【日本シリーズ2024】「これぞエースのピッチング!」 森福允彦が語った東克樹とスチュワートの違い
場所をソフトバンクの本拠地・福岡に移して行なわれた日本シリーズ第3戦。DeNAは10月12日以来となる東克樹が先発。7回を投げ10安打を浴びるも、1失点に抑える好投。また打つほうでは、リードオフマンの桑原将志が決勝ホームランを含む2安打と活躍。投打がしっかりかみ合い、DeNAが4対1で勝利。日本シリーズ初勝利を挙げた。勝敗を分けたポイントはどこにあったのか。ソフトバンク時代に日本シリーズを経験している森福允彦氏に解説してもらった。
日本シリーズ第3戦で好投したDeANの東克樹 photo by Kyodo Newsこの記事に関連する写真を見る
【嫌な流れを断ち切った東克樹の粘投】
── 日本シリーズ第3戦目でDeNAがようやく1勝しました。勝因はどこにあったと思いますか。
森福 先発した東投手の粘りの投球に尽きます。
── 東投手は太ももの肉離れで、阪神とのクライマックスシリーズ(CS)ファーストステージ第1戦以来の登板となりました。
森福 コンディションは万全ではなかったと思います。
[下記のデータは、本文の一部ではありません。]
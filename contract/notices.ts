/**
 * E-mail notices about fits, in one place: their kinds, who gets each, the
 * words of the e-mail, the per-study setting that turns them off for one
 * person, and the audit events that record that they were sent. Used by the
 * server (server/services/notices.ts sends them) and the web app (the Team
 * screen's switch). Zod only, so the web app can use it.
 *
 * - `fit.awaiting-approval`: a fit became done and waits for approval. Sent
 *   to the study's Reviewers and Owners other than the person who started
 *   it. The starter is left out whether or not the study's setting "A
 *   second person signs off" is on: while it is on they may not approve it,
 *   and while it is off they know the fit is done since they started it.
 * - `fit.sealed`: a fit was sealed. Sent to the whole team (every member,
 *   the person who sealed it included: the e-mail records the seal's hash).
 *
 * A person turns notices of one study off with the switch on its Team
 * screen; the setting is kept in `user_preferences` under `notices:<studyId>`
 * as `{ enabled: boolean }` (absent: on). Notices are sent after the change
 * commits and never hold up or undo it; the audit trail records who got
 * them (`notice.sent`) or could not be reached (`notice.failed`),
 * never what they said.
 */
import { z } from "zod";
import type { Role } from "./permissions";

export const noticeKinds = ["fit.awaiting-approval", "fit.sealed"] as const;
export type NoticeKind = (typeof noticeKinds)[number];

/** The roles a notice goes to (the fit's starter is then left out of `fit.awaiting-approval`). */
export const noticeAudience: Record<NoticeKind, readonly Role[]> = {
  "fit.awaiting-approval": ["owner", "reviewer"],
  "fit.sealed": ["owner", "analyst", "reviewer", "viewer"],
};

/** A member as the recipient rule sees them. */
export interface NoticeMember {
  userId: string;
  role: Role;
  email: string | null;
  /** The person's notice setting for this study (true when never set). */
  enabled: boolean;
}

/**
 * Who gets a notice of `kind` about a fit `starterId` started: members in
 * the kind's audience with an e-mail address and notices on, the starter
 * left out of `fit.awaiting-approval`. Keeps the members' order. Pure.
 */
export function noticeRecipients(
  kind: NoticeKind,
  members: readonly NoticeMember[],
  starterId: string,
): NoticeMember[] {
  return members.filter(
    (m) =>
      noticeAudience[kind].includes(m.role) &&
      m.email !== null &&
      m.email !== "" &&
      m.enabled &&
      !(kind === "fit.awaiting-approval" && m.userId === starterId),
  );
}

// ─── The per-study setting ───

/** The `user_preferences` key of a person's notice setting for a study. */
export function noticePreferenceKey(studyId: string): string {
  return `notices:${studyId}`;
}

/** The stored value and the body of `PUT /api/studies/:studyId/notices`. */
export const noticeSettingSchema = z.strictObject({
  enabled: z.boolean({ error: "must be true or false" }),
});
export type NoticeSetting = z.infer<typeof noticeSettingSchema>;

/** A person who never set it gets notices. */
export const defaultNoticeSetting: NoticeSetting = { enabled: true };

/** The switch's label and its line on the Team screen. */
export const noticeSettingLabel = "E-mail me about fits";
export const noticeSettingExplanation =
  "An e-mail with a link when a fit of this study waits for approval (Reviewers and Owners, not the person who started it) and when a fit is sealed (everyone). Only for you; others keep their own setting.";

// ─── The e-mail ───

/** What a notice names. */
export interface NoticeFacts {
  studyName: string;
  /** The fit's model, or null when it is not known. */
  modelName: string | null;
  /** Who started the fit (name or e-mail), or null. */
  starter: string | null;
  /** Who sealed the fit (name or e-mail), for `fit.sealed`. */
  sealer?: string | null;
  /** The seal's SHA-256, for `fit.sealed`. */
  sha256?: string | null;
  /** Address of the fit on the app. */
  url: string;
}

/** What happened, as the e-mail's subject and the Activity trail say it ("waits for approval"). */
export const noticeEventWords: Record<NoticeKind, string> = {
  "fit.awaiting-approval": "waits for approval",
  "fit.sealed": "was sealed",
};

function fitName(facts: Pick<NoticeFacts, "modelName">): string {
  return facts.modelName ? `The fit of “${facts.modelName}”` : "A fit";
}

/** Subject, lines, link label and footer of a notice (the mailer turns them into text and HTML). */
export function noticeMail(
  kind: NoticeKind,
  facts: NoticeFacts,
): { subject: string; lines: string[]; linkLabel: string; url: string; footer: string } {
  const what = `${fitName(facts)} in the study “${facts.studyName}” ${noticeEventWords[kind]}`;
  const lines =
    kind === "fit.awaiting-approval"
      ? [
          `${what}.`,
          `${facts.starter ? `${facts.starter} started it. ` : ""}A Reviewer or Owner other than the person who started it checks the results and approves it for sealing.`,
        ]
      : [
          `${what}${facts.sealer ? ` by ${facts.sealer}` : ""}.`,
          `Its recipe and results can no longer change.${facts.sha256 ? ` SHA-256 of the recipe and result: ${facts.sha256}.` : ""}`,
        ];
  return {
    subject: `${what} — Covarion`,
    lines,
    linkLabel: "Open the fit",
    url: facts.url,
    footer:
      "You get this because you are a member of the study. To stop these e-mails for this study, turn off “E-mail me about fits” on its Team screen.",
  };
}

// ─── The audit events ───

export const noticesSentKind = "notice.sent";
export const noticesFailedKind = "notice.failed";

/** What a notice event records (`after`): the kind, the fit and who — never the e-mail's content. */
export interface NoticeEventFacts {
  notice: NoticeKind;
  fitId: string;
  recipients: string[];
  count: number;
  /** For `notice.failed`: the transport's error code (e.g. ECONNREFUSED), when it gave one. */
  error?: string;
}
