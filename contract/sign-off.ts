/**
 * The study setting "A second person signs off" and its rule, in one place
 * for the server (approval and seal refuse what the rule forbids) and the
 * web app (the publish panel says who may act next and, to the person who
 * may not, why; the Team screen and the Activity trail name the setting).
 * No imports, so the web app can use it.
 *
 * While the setting is on (the default):
 * - approval: the person who started a fit (`fits.created_by`) cannot
 *   approve it;
 * - seal: one person cannot start, approve and seal the same fit. With the
 *   approval rule in place this happens only when the setting was off when
 *   the fit was approved and was turned on before the seal. The seal then
 *   needs an Owner other than the person who started and approved it:
 *   approvals are append-only, so the rule does not ask for a new approval
 *   — an Owner other than the starter sealing the fit is the second person
 *   who signs off.
 *
 * While it is off (a one-person lab), both are allowed; a seal by the
 * person who also started and approved the fit records that one person
 * signed off (`fit_seals.single_person_sign_off`), and the publish panel
 * and the methods paragraph say so. That is exactly the case the seal rule
 * refuses while the setting is on; a fit its starter approved and another
 * Owner sealed had a second person sign off and records nothing.
 */

/** The setting's name as screens, messages and the methods paragraph show it. */
export const secondPersonSignOffLabel = "A second person signs off";

/** One line under the Team screen's toggle. */
export const secondPersonSignOffExplanation =
  "While on, whoever started a fit cannot approve it, so a second Reviewer or Owner checks every fit before it is sealed. A one-person lab can turn it off; a fit one person started, approved and sealed then says so on its seal and in its methods paragraph.";

/** The error code of an approval or seal the rule refuses (409). */
export const secondPersonRequiredCode = "second_person_required";

/** Where an Owner turns the setting off, said in every refusal. */
const turnOff = `for a one-person lab, an Owner can turn the setting off under Team → Study settings`;

/** Why the person who started a fit may not approve it (the 409 message and the publish panel's hint; addressed to that person). */
export const approvalRefusalMessage =
  `You started this fit, and this study's setting “${secondPersonSignOffLabel}” is on: the person who started a fit cannot approve it. ` +
  `A Reviewer or Owner other than you approves it; ${turnOff}.`;

/** Why the person who started and approved a fit may not also seal it (the 409 message and the panel's hint; addressed to that person). */
export const sealRefusalMessage =
  `You started and approved this fit, and this study's setting “${secondPersonSignOffLabel}” is on: one person cannot start, approve and seal the same fit. ` +
  `An Owner other than you seals it; ${turnOff}.`;

/** True when `approverId` may approve a fit `starterId` started. Pure. */
export function mayApprove(
  secondPersonSignOff: boolean,
  starterId: string,
  approverId: string,
): boolean {
  return !secondPersonSignOff || approverId !== starterId;
}

/** True when `sealerId` may seal a fit `starterId` started and `approverId` approved. Pure. */
export function maySeal(
  secondPersonSignOff: boolean,
  starterId: string,
  approverId: string,
  sealerId: string,
): boolean {
  return !secondPersonSignOff || !isSinglePersonSignOff(starterId, approverId, sealerId);
}

/** True when one person started, approved and sealed the fit (what a seal records as `singlePersonSignOff`). Pure. */
export function isSinglePersonSignOff(
  starterId: string,
  approverId: string,
  sealerId: string,
): boolean {
  return starterId === approverId && approverId === sealerId;
}

/** A person as the publish panel names them. */
export interface SignOffPerson {
  id: string;
  name: string | null;
}

/** "you", the person's name, or `otherwise` when they have none. */
function named(person: SignOffPerson, viewerId: string | null, otherwise: string): string {
  if (viewerId !== null && person.id === viewerId) return "you";
  return person.name?.trim() || otherwise;
}

/** Who may approve next: "a Reviewer or Owner other than Tomas Ferreira" while the setting is on, else "a Reviewer or Owner". */
export function whoMayApprove(
  secondPersonSignOff: boolean,
  starter: SignOffPerson,
  viewerId: string | null,
): string {
  return secondPersonSignOff
    ? `a Reviewer or Owner other than ${named(starter, viewerId, "the person who started it")}`
    : "a Reviewer or Owner";
}

/** Who may seal next: "an Owner other than …" when the starter approved and the setting is on, else "an Owner". */
export function whoMaySeal(
  secondPersonSignOff: boolean,
  starter: SignOffPerson,
  approver: SignOffPerson,
  viewerId: string | null,
): string {
  return secondPersonSignOff && starter.id === approver.id
    ? `an Owner other than ${named(starter, viewerId, "the person who started and approved it")}`
    : "an Owner";
}

/** Said to the person who started a fit when the setting is off and they could sign it off alone (the publish panel). */
export const singlePersonWarning = `“${secondPersonSignOffLabel}” is off in this study: a fit one person starts, approves and seals says so on its seal and in its methods paragraph.`;

/** What the seal of a fit one person started, approved and sealed says (the publish panel). */
export const singlePersonSealNote = `One person started, approved and sealed this fit: the study's setting “${secondPersonSignOffLabel}” was off.`;

/** The Activity trail's words for turning the setting on or off ("turned off “A second person signs off”"). */
export function signOffSettingWords(on: boolean): string {
  return `turned ${on ? "on" : "off"} “${secondPersonSignOffLabel}”`;
}
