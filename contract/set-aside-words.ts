/**
 * Set-asides in plain words, in one place: the activity sentences ("Maren
 * Lindqvist set aside sub-41 from L_dlpfc: ‘motion spikes’"), a
 * set-aside's scope and the "Set aside on ⟨date⟩ by ⟨name⟩: ⟨reason⟩" line
 * of the participant card and the study's Set aside section. Pure strings
 * (no framework imports: the web app imports this module).
 *
 * A participant id may be withheld (null) from a Viewer of a restricted
 * study; the words then say "a participant".
 */
import { dateWords } from "./dates";

/** What an activity sentence about a set-aside needs (from the audit event). */
export interface SetAsideEventFacts {
  action: "set aside" | "restored";
  /** null when withheld. */
  participant: string | null;
  /** null = every region. */
  region: string | null;
  /** The reason written for this change (setting aside or restoring), or null when none was recorded. */
  reason: string | null;
}

/** The audit event kinds of set-asides (written by the set-aside service). */
export const setAsideEventKinds = {
  setAside: "participant.set_aside",
  restored: "participant.restored",
} as const;

/** How a participant is named in sentences. */
export function participantWords(participant: string | null): string {
  return participant ?? "a participant";
}

/** A set-aside's scope as a short label: "All regions" or the region's name. */
export function scopeLabel(region: string | null): string {
  return region ?? "All regions";
}

/** A reason in quotation marks, as sentences quote it. */
export function quotedReason(reason: string): string {
  return `‘${reason}’`;
}

/**
 * The predicate of an activity sentence (the actor's name goes before it):
 * "set aside sub-41 from L_dlpfc: ‘motion spikes’",
 * "restored sub-41 to every region: ‘motion rechecked’".
 */
export function setAsideEventWords(facts: SetAsideEventFacts): string {
  const who = participantWords(facts.participant);
  const where = facts.region ?? "every region";
  const what =
    facts.action === "set aside" ? `set aside ${who} from ${where}` : `restored ${who} to ${where}`;
  return facts.reason ? `${what}: ${quotedReason(facts.reason)}` : what;
}

/** The whole activity sentence: "Maren Lindqvist restored sub-41 to L_dlpfc: ‘motion rechecked’". */
export function setAsideEventSentence(actor: string, facts: SetAsideEventFacts): string {
  return `${actor} ${setAsideEventWords(facts)}`;
}

function textField(value: unknown, key: string): string | null {
  if (!value || typeof value !== "object") return null;
  const v = (value as Record<string, unknown>)[key];
  return typeof v === "string" && v.length > 0 ? v : null;
}

/**
 * The facts of a set-aside audit event (`kind`, `before`, `after` as the
 * activity API answers them), or null when the event is about something
 * else. A restore event names the participant and region in `after` (and,
 * in events recorded before it did, in `before`); its reason is the
 * restore's reason.
 */
export function setAsideEventFacts(event: {
  kind: string;
  targetId?: string | null;
  before: unknown;
  after: unknown;
}): SetAsideEventFacts | null {
  const { before, after } = event;
  if (event.kind === setAsideEventKinds.setAside) {
    return {
      action: "set aside",
      participant: textField(after, "participant") ?? event.targetId ?? null,
      region: textField(after, "region"),
      reason: textField(after, "reason"),
    };
  }
  if (event.kind === setAsideEventKinds.restored) {
    const named = after && typeof after === "object" && "participant" in after ? after : before;
    return {
      action: "restored",
      participant: textField(named, "participant") ?? event.targetId ?? null,
      region: textField(named, "region"),
      reason: textField(after, "reason"),
    };
  }
  return null;
}

/** A date as the set-aside lines show it ("3 Dec 2026"), in the reader's time zone. */
export function setAsideDate(iso: string): string {
  return dateWords(iso);
}

/** "Set aside on 3 Dec 2026 by Maren Lindqvist: motion spikes" (the participant card, the Set aside section). */
export function setAsideLine(s: {
  createdAt: string;
  createdBy: { name: string | null };
  reason: string;
}): string {
  return `Set aside on ${setAsideDate(s.createdAt)} by ${s.createdBy.name ?? "a former member"}: ${s.reason}`;
}

/** "Restored on 4 Dec 2026 by Tomas Ferreira: motion rechecked", or null while the set-aside is active. */
export function restoredLine(s: {
  restoredAt: string | null;
  restoredBy: { name: string | null } | null;
  restoreReason: string | null;
}): string | null {
  if (s.restoredAt === null) return null;
  const by = ` by ${s.restoredBy?.name ?? "a former member"}`;
  return `Restored on ${setAsideDate(s.restoredAt)}${by}${s.restoreReason ? `: ${s.restoreReason}` : " (no reason recorded)"}`;
}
それでもしっかりコントロールしていましたし、7回を投げて10安打を許しましたが、先頭打者はひとりも出していません。ソフトバンクの強力打線を相手に、ある程度打たれることは想定していたと思うのですが、それでも先頭打者をしっかり打ち取ったことで、気持ちに余裕が生まれた。そこが一番大きかったですね。
── 初回に1点を先制した直後、すぐに同点にされるなど、嫌な流れだったと思います。
森福 ゲッツーかなと思ったら、ショート・森敬斗選手がファンブルしてランナーを残し、近藤健介選手のタイムリーで同点。もしあそこでもう1点追加されていると、流れは一気にソフトバンクに傾いていたんじゃないかと。失点こそしましたが、よく同点でとどめたなと思います。
── DeNAは3回表、4回表と2イニング連続して無死一、二塁のチャンスをつくりながらも無得点。ピッチャーにとっては、厳しい展開だったと思います。
森福 東投手も勝ち越されると厳しくなるのはわかっていたはずです。だからといって、慎重になりすぎることなく、しっかりゾーンで勝負できていました。ランナーは背負うのですが、ストライクで勝負できているからリズムは悪くならない。「これぞエースピッチング!」だったと思います。